// node_modules/yaml/dist/doc/directives.js
var require_directives = __commonJS({
  "node_modules/yaml/dist/doc/directives.js"(exports) {
    "use strict";
    var identity = require_identity();
    var visit2 = require_visit();
    var escapeChars = {
      "!": "%21",
      ",": "%2C",
      "[": "%5B",
      "]": "%5D",
      "{": "%7B",
      "}": "%7D"
    };
    var escapeTagName = (tn) => tn.replace(/[!,[\]{}]/g, (ch) => escapeChars[ch]);
    var Directives = class _Directives {
      constructor(yaml, tags) {
        this.docStart = null;
        this.docEnd = false;
        this.yaml = Object.assign({}, _Directives.defaultYaml, yaml);
        this.tags = Object.assign({}, _Directives.defaultTags, tags);
      }
      clone() {
        const copy = new _Directives(this.yaml, this.tags);
        copy.docStart = this.docStart;
        return copy;
      }
      /**
       * During parsing, get a Directives instance for the current document and
       * update the stream state according to the current version's spec.
       */
      atDocument() {
        const res = new _Directives(this.yaml, this.tags);
        switch (this.yaml.version) {
          case "1.1":
            this.atNextDocument = true;
            break;
          case "1.2":
            this.atNextDocument = false;
            this.yaml = {
              explicit: _Directives.defaultYaml.explicit,
              version: "1.2"
            };
            this.tags = Object.assign({}, _Directives.defaultTags);
            break;
        }
        return res;
      }
      /**
       * @param onError - May be called even if the action was successful
       * @returns `true` on success
       */
      add(line, onError) {
        if (this.atNextDocument) {
          this.yaml = { explicit: _Directives.defaultYaml.explicit, version: "1.1" };
          this.tags = Object.assign({}, _Directives.defaultTags);
          this.atNextDocument = false;
        }
        const parts = line.trim().split(/[ \t]+/);
        const name = parts.shift();
        switch (name) {
          case "%TAG": {
            if (parts.length !== 2) {
              onError(0, "%TAG directive should contain exactly two parts");
              if (parts.length < 2)
                return false;
            }
            const [handle, prefix] = parts;
            this.tags[handle] = prefix;
            return true;
          }
          case "%YAML": {
            this.yaml.explicit = true;
            if (parts.length !== 1) {
              onError(0, "%YAML directive should contain exactly one part");
              return false;
            }
            const [version] = parts;
            if (version === "1.1" || version === "1.2") {
              this.yaml.version = version;
              return true;
            } else {
              const isValid = /^\d+\.\d+$/.test(version);
              onError(6, `Unsupported YAML version ${version}`, isValid);
              return false;
            }
          }
          default:
            onError(0, `Unknown directive ${name}`, true);
            return false;
        }
      }
      /**
       * Resolves a tag, matching handles to those defined in %TAG directives.
       *
       * @returns Resolved tag, which may also be the non-specific tag `'!'` or a
       *   `'!local'` tag, or `null` if unresolvable.
       */
      tagName(source, onError) {
        if (source === "!")
          return "!";
        if (source[0] !== "!") {
          onError(`Not a valid tag: ${source}`);
          return null;
        }
        if (source[1] === "<") {
          const verbatim = source.slice(2, -1);
          if (verbatim === "!" || verbatim === "!!") {
            onError(`Verbatim tags aren't resolved, so ${source} is invalid.`);
            return null;
          }
          if (source[source.length - 1] !== ">")
            onError("Verbatim tags must end with a >");
          return verbatim;
        }
        const [, handle, suffix] = source.match(/^(.*!)([^!]*)$/s);
        if (!suffix)
          onError(`The ${source} tag has no suffix`);
        const prefix = this.tags[handle];
        if (prefix) {
          try {
            return prefix + decodeURIComponent(suffix);
          } catch (error) {
            onError(String(error));
            return null;
          }
        }
        if (handle === "!")
          return source;
        onError(`Could not resolve tag: ${source}`);
        return null;
      }
      /**
       * Given a fully resolved tag, returns its printable string form,
       * taking into account current tag prefixes and defaults.
       */
      tagString(tag) {
        for (const [handle, prefix] of Object.entries(this.tags)) {
          if (tag.startsWith(prefix))
            return handle + escapeTagName(tag.substring(prefix.length));
        }
        return tag[0] === "!" ? tag : `!<${tag}>`;
      }
      toString(doc) {
        const lines = this.yaml.explicit ? [`%YAML ${this.yaml.version || "1.2"}`] : [];
        const tagEntries = Object.entries(this.tags);
        let tagNames;
        if (doc && tagEntries.length > 0 && identity.isNode(doc.contents)) {
          const tags = {};
          visit2.visit(doc.contents, (_key, node) => {
            if (identity.isNode(node) && node.tag)
              tags[node.tag] = true;
          });
          tagNames = Object.keys(tags);
        } else
          tagNames = [];
        for (const [handle, prefix] of tagEntries) {
          if (handle === "!!" && prefix === "tag:yaml.org,2002:")
            continue;
          if (!doc || tagNames.some((tn) => tn.startsWith(prefix)))
            lines.push(`%TAG ${handle} ${prefix}`);
        }
        return lines.join("\n");
      }
    };
    Directives.defaultYaml = { explicit: false, version: "1.2" };
    Directives.defaultTags = { "!!": "tag:yaml.org,2002:" };
    exports.Directives = Directives;
  }
});

// node_modules/yaml/dist/doc/anchors.js
var require_anchors = __commonJS({
  "node_modules/yaml/dist/doc/anchors.js"(exports) {
    "use strict";
    var identity = require_identity();
    var visit2 = require_visit();
    function anchorIsValid(anchor) {
      if (/[\x00-\x19\s,[\]{}]/.test(anchor)) {
        const sa = JSON.stringify(anchor);
        const msg = `Anchor must not contain whitespace or control characters: ${sa}`;
        throw new Error(msg);
      }
      return true;
    }
    function anchorNames(root) {
      const anchors = /* @__PURE__ */ new Set();
      visit2.visit(root, {
        Value(_key, node) {
          if (node.anchor)
            anchors.add(node.anchor);
        }
      });
      return anchors;
    }
    function findNewAnchor(prefix, exclude) {
      for (let i = 1; true; ++i) {
        const name = `${prefix}${i}`;
        if (!exclude.has(name))
          return name;
      }
    }
    function createNodeAnchors(doc, prefix) {
      const aliasObjects = [];
      const sourceObjects = /* @__PURE__ */ new Map();
      let prevAnchors = null;
      return {
        onAnchor: (source) => {
          aliasObjects.push(source);
          prevAnchors ?? (prevAnchors = anchorNames(doc));
          const anchor = findNewAnchor(prefix, prevAnchors);
          prevAnchors.add(anchor);
          return anchor;
        },
        /**
         * With circular references, the source node is only resolved after all
         * of its child nodes are. This is why anchors are set only after all of
         * the nodes have been created.
         */
        setAnchors: () => {
          for (const source of aliasObjects) {
            const ref = sourceObjects.get(source);
            if (typeof ref === "object" && ref.anchor && (identity.isScalar(ref.node) || identity.isCollection(ref.node))) {
              ref.node.anchor = ref.anchor;
            } else {
              const error = new Error("Failed to resolve repeated object (this should not happen)");
              error.source = source;
              throw error;
            }
          }
        },
        sourceObjects
      };
    }
    exports.anchorIsValid = anchorIsValid;
    exports.anchorNames = anchorNames;
    exports.createNodeAnchors = createNodeAnchors;
    exports.findNewAnchor = findNewAnchor;
  }
});

// node_modules/yaml/dist/doc/applyReviver.js
var require_applyReviver = __commonJS({
  "node_modules/yaml/dist/doc/applyReviver.js"(exports) {
    "use strict";
    function applyReviver(reviver, obj, key, val) {
      if (val && typeof val === "object") {
        if (Array.isArray(val)) {
          for (let i = 0, len = val.length; i < len; ++i) {
            const v0 = val[i];
            const v1 = applyReviver(reviver, val, String(i), v0);
            if (v1 === void 0)
              delete val[i];
            else if (v1 !== v0)
              val[i] = v1;
          }
        } else if (val instanceof Map) {
          for (const k of Array.from(val.keys())) {
            const v0 = val.get(k);
            const v1 = applyReviver(reviver, val, k, v0);
            if (v1 === void 0)
              val.delete(k);
            else if (v1 !== v0)
              val.set(k, v1);
          }
        } else if (val instanceof Set) {
          for (const v0 of Array.from(val)) {
            const v1 = applyReviver(reviver, val, v0, v0);
            if (v1 === void 0)
              val.delete(v0);
            else if (v1 !== v0) {
              val.delete(v0);
              val.add(v1);
            }
          }
        } else {
          for (const [k, v0] of Object.entries(val)) {
            const v1 = applyReviver(reviver, val, k, v0);
            if (v1 === void 0)
              delete val[k];
            else if (v1 !== v0)
              val[k] = v1;
          }
        }
      }
      return reviver.call(obj, key, val);
    }
    exports.applyReviver = applyReviver;
  }
});

// node_modules/yaml/dist/nodes/toJS.js
var require_toJS = __commonJS({
  "node_modules/yaml/dist/nodes/toJS.js"(exports) {
    "use strict";
    var identity = require_identity();
    function toJS(value, arg, ctx) {
      if (Array.isArray(value))
        return value.map((v, i) => toJS(v, String(i), ctx));
      if (value && typeof value.toJSON === "function") {
        if (!ctx || !identity.hasAnchor(value))
          return value.toJSON(arg, ctx);
        const data = { aliasCount: 0, count: 1, res: void 0 };
        ctx.anchors.set(value, data);
        ctx.onCreate = (res2) => {
          data.res = res2;
          delete ctx.onCreate;
        };
        const res = value.toJSON(arg, ctx);
        if (ctx.onCreate)
          ctx.onCreate(res);
        return res;
      }
      if (typeof value === "bigint" && !ctx?.keep)
        return Number(value);
      return value;
    }
    exports.toJS = toJS;
  }
});

// node_modules/yaml/dist/nodes/Node.js
var require_Node = __commonJS({
  "node_modules/yaml/dist/nodes/Node.js"(exports) {
    "use strict";
    var applyReviver = require_applyReviver();
    var identity = require_identity();
    var toJS = require_toJS();
    var NodeBase = class {
      constructor(type) {
        Object.defineProperty(this, identity.NODE_TYPE, { value: type });
      }
      /** Create a copy of this node.  */
      clone() {
        const copy = Object.create(Object.getPrototypeOf(this), Object.getOwnPropertyDescriptors(this));
        if (this.range)
          copy.range = this.range.slice();
        return copy;
      }
      /** A plain JavaScript representation of this node. */
      toJS(doc, { mapAsMap, maxAliasCount, onAnchor, reviver } = {}) {
        if (!identity.isDocument(doc))
          throw new TypeError("A document argument is required");
        const ctx = {
          anchors: /* @__PURE__ */ new Map(),
          doc,
          keep: true,
          mapAsMap: mapAsMap === true,
          mapKeyWarned: false,
          maxAliasCount: typeof maxAliasCount === "number" ? maxAliasCount : 100
        };
        const res = toJS.toJS(this, "", ctx);
        if (typeof onAnchor === "function")
          for (const { count, res: res2 } of ctx.anchors.values())
            onAnchor(res2, count);
        return typeof reviver === "function" ? applyReviver.applyReviver(reviver, { "": res }, "", res) : res;
      }
    };
    exports.NodeBase = NodeBase;
  }
});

### Required work
As the answer, set down only the lines from the data above between the one holding "delete ctx.onCreate;" and the one holding "return Number(value);", inclusive, exactly as they read.

### Exercise answer
          delete ctx.onCreate;
        };
        const res = value.toJSON(arg, ctx);
        if (ctx.onCreate)
          ctx.onCreate(res);
        return res;
      }
      if (typeof value === "bigint" && !ctx?.keep)
        return Number(value);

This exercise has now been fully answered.